[WORK REQUIRED] What lines in the entries below contain the word "cannot"? Copy all of them.

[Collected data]
============================================================

/** Colours of the figures: the interface's tokens, and six series colours that stay apart for colour-blind readers. */

/** Everything that a figure takes from the page around it. The browser fills one from CSS variables, the server takes a constant. */
export interface ChartTheme {
  paper: string;
  panel: string;
  glass: string;
  rule: string;
  ink: string;
  soft: string;
  /** The ensemble's curves. */
  bromo: string;
  /** The mean field's curve, and warnings. */
  methyl: string;
  malachite: string;
  phenol: string;
  congo: string;
  /** Categorical colours, in order of use; dash patterns repeat the distinction without colour. */
  series: readonly string[];
  fontFamily: string;
}

/** Least CIE 1976 distance between any two series colours, in full colour vision and in three simulated deficiencies. */
export const leastSeriesDistance = 20;

const fontFamily = 'Manrope, system-ui, sans-serif';

export const lightTheme: ChartTheme = {
  paper: '#F2F6F8',
  panel: '#FCFDFE',
  glass: '#DCE8EE',
  rule: '#CBD7DE',
  ink: '#13212B',
  soft: '#4B5C69',
  bromo: '#1D5C9E',
  methyl: '#A34E00',
  malachite: '#0B7050',
  phenol: '#B8105A',
  congo: '#9C1B1F',
  series: ['#1D5C9E', '#A34E00', '#06351F', '#87506F', '#310A52', '#808B52'],
  fontFamily,
};

export const darkTheme: ChartTheme = {
  paper: '#0D1418',
  panel: '#131D23',
  glass: '#1A262D',
  rule: '#2A3943',
  ink: '#E8F0F3',
  soft: '#9FB1BC',
  bromo: '#74B4F4',
  methyl: '#F0A35A',
  malachite: '#55C79C',
  phenol: '#FF6FA8',
  congo: '#FF8A84',
  series: ['#74B4F4', '#F0A35A', '#CDF7DA', '#BE4A94', '#6F66DC', '#827245'],
  fontFamily,
};

/** Dash patterns beside the series colours. */
export const seriesDashes = ['solid', [7, 3], [2, 3], [10, 3, 2, 3], [5, 5], [1, 2]] as const;
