/** Checks what a contract cannot: a quote request against the model version, the limits and what is built so far. */
import type { z } from 'zod';
import type { quoteRequest } from '@/contracts/jobs.ts';
import { networksOf, type PointNetworks } from '@/domain/jobs/networks-of.ts';
import { planSweep } from '@/domain/jobs/plan-sweep.ts';
import { overridePath, pointWords, type Sweep } from '@/domain/jobs/sweep.ts';
import { splitMix64 } from '@/engine/random/splitmix64.ts';
import { uniform53, Xoshiro256 } from '@/engine/random/xoshiro256.ts';
import type { PassageInput } from '@/domain/jobs/job-inputs.ts';
import type { PrecisionTarget } from '@/domain/jobs/precision.ts';
import { prepareNetwork } from '@/engine/kernel/prepare-network.ts';
import { largestLeapingNetwork } from '@/engine/leaping/tau-leaping.ts';
import { limits } from '@/domain/limits.ts';
import type { NetworkDocument } from '@/domain/network/document.ts';
import type { ResolvedNetwork } from '@/domain/network/resolved.ts';
import { accept, refuse, type InputFault, type Result } from '@/domain/refusals.ts';

export type QuoteRequest = z.output<typeof quoteRequest>;

export interface CheckedRequest {
  /** By point. */
  networks: ResolvedNetwork[];
  /** Undefined without one. */
  sweep: Sweep | undefined;
}

/** The networks of the request's points, or every fault found. */
export function checkQuoteRequest(request: QuoteRequest, document: NetworkDocument): Result<CheckedRequest> {
  const planned = sweepOf(request, document);
  if (!planned.ok) return planned;
  const sweep = planned.value;
  const resolved = networksOf(document, { overrides: request.overrides ?? {}, sweep });
  if (!resolved.ok) return unrunnable(resolved, sweep);
  const network = resolved.networks[0]!;
  const faults = [
    ...unknownPassages(request, network),
    ...unfitCorrelations(request, network, resolved.networks.length),
    ...unfitStopping(request, network),
    ...unfitMethod(request, network),
    ...tooLarge(request, network, resolved.networks.length),
  ];
  return faults.length > 0
    ? refuse('invalid_input', faults.map(({ message }) => message).join(' '), { errors: faults })
    : accept({ networks: resolved.networks, sweep });
}

function sweepOf({ sweep: asked }: QuoteRequest, document: NetworkDocument): Result<Sweep | undefined> {
  if (!asked) return accept(undefined);
  const seed = asked.kind === 'latin_hypercube' ? (asked.seed ?? 0) : 0;
  const stream = new Xoshiro256(splitMix64(BigInt(seed), 4));
  const planned = planSweep(asked, () => uniform53(stream.next()));
  if (!planned.ok)
    return refuse('invalid_input', planned.faults.map(({ message }) => message).join(' '), { errors: planned.faults });
  const work = planned.sweep.values.length * document.reactions.length;
  if (work <= limits.sweepReactions) return accept(planned.sweep);
  const message =
    `${planned.sweep.values.length} points of ${document.reactions.length.toLocaleString('en')} reactions are too much for one ` +
    `sweep: points times reactions may be ${limits.sweepReactions.toLocaleString('en')}.`;
  return refuse('invalid_input', message, { errors: [{ path: 'sweep', code: 'too_many_points', message }] });
}

/** A value of a point that does not fit is told under the sweep, with the point's number. */
function unrunnable(
  { point, problems }: Extract<PointNetworks, { ok: false }>,
  sweep: Sweep | undefined,
): Result<never> {
  const ofOverrides = problems.filter(({ path }) => path.startsWith('overrides.'));
  const ofPoint = (sweep?.targets ?? []).flatMap((target) =>
    ofOverrides.filter(({ path }) => path === overridePath(target)),
  );
  if (ofPoint.length > 0)
    return refuse('invalid_input', `Point ${point} does not fit the model: ${ofPoint[0]!.message}`, {
      errors: ofPoint.map(({ code, message }) => ({ path: `sweep.points[${point}]`, code, message })),
    });
  if (ofOverrides.length > 0)
    return refuse('invalid_input', 'Some overrides do not fit the model.', { errors: ofOverrides.map(fault) });
  const where = sweep ? `At point ${point} (${pointWords(sweep, point)}) the model` : 'This version of the model';
  return refuse('invalid_network', `${where} cannot run.`, { errors: problems.map(fault) });
}

const fault = ({ path, code, message }: InputFault): InputFault => ({ path, code, message });

/** What tau-leaping cannot run, and ε where nothing leaps. */
function unfitMethod({ method, epsilon }: QuoteRequest, { changes, reactions }: ResolvedNetwork): InputFault[] {
  if (method === 'exact')
    return epsilon === undefined
      ? []
      : [
          {
            path: 'epsilon',
            code: 'not_used',
            message: 'ε belongs to tau-leaping; leave it out for the exact method.',
          },
        ];
  const triggered = changes?.find(({ when }) => when.kind === 'condition');
  const faults: InputFault[] = [];
  if (triggered)
    faults.push({
      path: 'method',
      code: 'triggered_changes',
      message: `Tau-leaping would leap past the moment at which the condition of “${triggered.id}” becomes true; use the exact method.`,
    });
  if (reactions.length > largestLeapingNetwork)
    faults.push({
      path: 'method',
      code: 'too_many_reactions',
      message: `Tau-leaping takes up to ${largestLeapingNetwork.toLocaleString('en')} reactions; use the exact method.`,
    });
  return faults;
}

function tooLarge(request: QuoteRequest, network: ResolvedNetwork, points: number): InputFault[] {
  const cells = (request.gridIntervals + 1) * network.observables.length * points;
  const ofPoints = points > 1 ? ` at ${points.toLocaleString('en')} points` : '';
  if (cells > limits.resultCells)
    return [
      {
        path: 'gridIntervals',
        code: 'too_many_cells',
        message:
          `${request.gridIntervals + 1} grid times of ${network.observables.length} observables${ofPoints} are ` +
          `${cells.toLocaleString('en')} cells; at most ${limits.resultCells.toLocaleString('en')} are kept. Use fewer grid intervals.`,
      },
    ];
  if (points * request.replicates > limits.replicatesPerJob)
    return [
      {
        path: 'replicates',
        code: 'too_many_replicates',
        message: `A job has at most ${limits.replicatesPerJob.toLocaleString('en')} replicates over all points.`,
      },
    ];
  const traceCells = cells * Math.min(request.outputs?.keptTraces ?? 0, request.replicates);
  if (traceCells > limits.resultCells)
    return [
      {
        path: 'outputs.keptTraces',
        code: 'too_many_cells',
        message: `So many whole traces are ${traceCells.toLocaleString('en')} cells; at most ${limits.resultCells.toLocaleString('en')} are kept. Keep fewer.`,
      },
    ];
  return [];
}

/** The passages as a job pins them. */
export const passagesOf = (request: QuoteRequest): PassageInput[] =>
  (request.outputs?.passages ?? []).map((passage) =>
    'risesTo' in passage
      ? { observable: passage.observable, direction: 'rises_to', threshold: passage.risesTo }
      : { observable: passage.observable, direction: 'falls_to', threshold: passage.fallsTo },
  );

/** The precision target as a job pins it; undefined for a fixed number of replicates. */
export function stoppingOf({ stopping, horizon, gridIntervals }: QuoteRequest): PrecisionTarget | undefined {
  if (stopping?.kind !== 'precision') return undefined;
  return {
    kind: 'precision',
    observable: stopping.observable,
    gridPoint: Math.round((stopping.time / horizon) * gridIntervals),
    halfWidth: 'relative' in stopping ? { relative: stopping.relative } : { absolute: stopping.absolute },
  };
}

function unfitStopping(request: QuoteRequest, network: ResolvedNetwork): InputFault[] {
  const { stopping, horizon, gridIntervals } = request;
  const target = stoppingOf(request);
  if (stopping?.kind !== 'precision' || !target) return [];
  const faults: InputFault[] = [];
  if (!network.observables.some(({ id }) => id === target.observable))
    faults.push({
      path: 'stopping.observable',
      code: 'unknown_observable',
      message: `“${target.observable}” is no species or observable of this model.`,
    });
  const time = (target.gridPoint * horizon) / gridIntervals;
  if (target.gridPoint > gridIntervals || Math.abs(time - stopping.time) > 1e-9 * horizon)
    faults.push({
      path: 'stopping.time',
      code: 'no_grid_time',
      message: `Give a grid time from 0 to ${horizon}; the nearest is ${Math.min(time, horizon)}.`,
    });
  return faults;
}

function unknownPassages(request: QuoteRequest, network: ResolvedNetwork): InputFault[] {
  const known = new Set(network.observables.map(({ id }) => id));
  return passagesOf(request).flatMap(({ observable }, index) =>
    known.has(observable)
      ? []
      : [
          {
            path: `outputs.passages[${index}].observable`,
            code: 'unknown_observable',
            message: `“${observable}” is no species or observable of this model.`,
          },
        ],
  );
}

/** Unknown, repeated or real-valued observables, and more pairs than are kept. */
function unfitCorrelations(request: QuoteRequest, network: ResolvedNetwork, points: number): InputFault[] {
  const chosen = request.outputs?.correlations;
  if (!chosen) return [];
  const places = prepareNetwork(network).observablePlaces;
  const faults = chosen.flatMap((id, index): InputFault[] => {
    const path = `outputs.correlations[${index}]`;
    const observable = network.observables.findIndex((known) => known.id === id);
    if (observable < 0)
      return [{ path, code: 'unknown_observable', message: `“${id}” is no species or observable of this model.` }];
    if (places[observable]!.kind !== 'count')
      return [{ path, code: 'no_count', message: `“${id}” is no whole count; covariances are noted of counts.` }];
    if (chosen.indexOf(id) !== index) return [{ path, code: 'repeated', message: `“${id}” stands there twice.` }];
    return [];
  });
  const cells = ((chosen.length * (chosen.length - 1)) / 2) * (request.gridIntervals + 1) * points;
  if (cells <= limits.correlationCells) return faults;
  const message =
    `The pairs at all grid times are ${cells.toLocaleString('en')} covariances; at most ` +
    `${limits.correlationCells.toLocaleString('en')} are kept. Choose fewer observables or grid intervals.`;
  return [...faults, { path: 'outputs.correlations', code: 'too_many_cells', message }];
}

/** Traces kept at each point when the request does not say: 20, or fewer where the grid is large. */
export function defaultKeptTraces(request: QuoteRequest, network: ResolvedNetwork, points: number): number {
  const cells = (request.gridIntervals + 1) * network.observables.length * points;
  return Math.max(0, Math.min(20, Math.floor(limits.resultCells / cells)));
}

============================================================

[TASK OUTPUT]
/** Checks what a contract cannot: a quote request against the model version, the limits and what is built so far. */
  return refuse('invalid_network', `${where} cannot run.`, { errors: problems.map(fault) });
/** What tau-leaping cannot run, and ε where nothing leaps. */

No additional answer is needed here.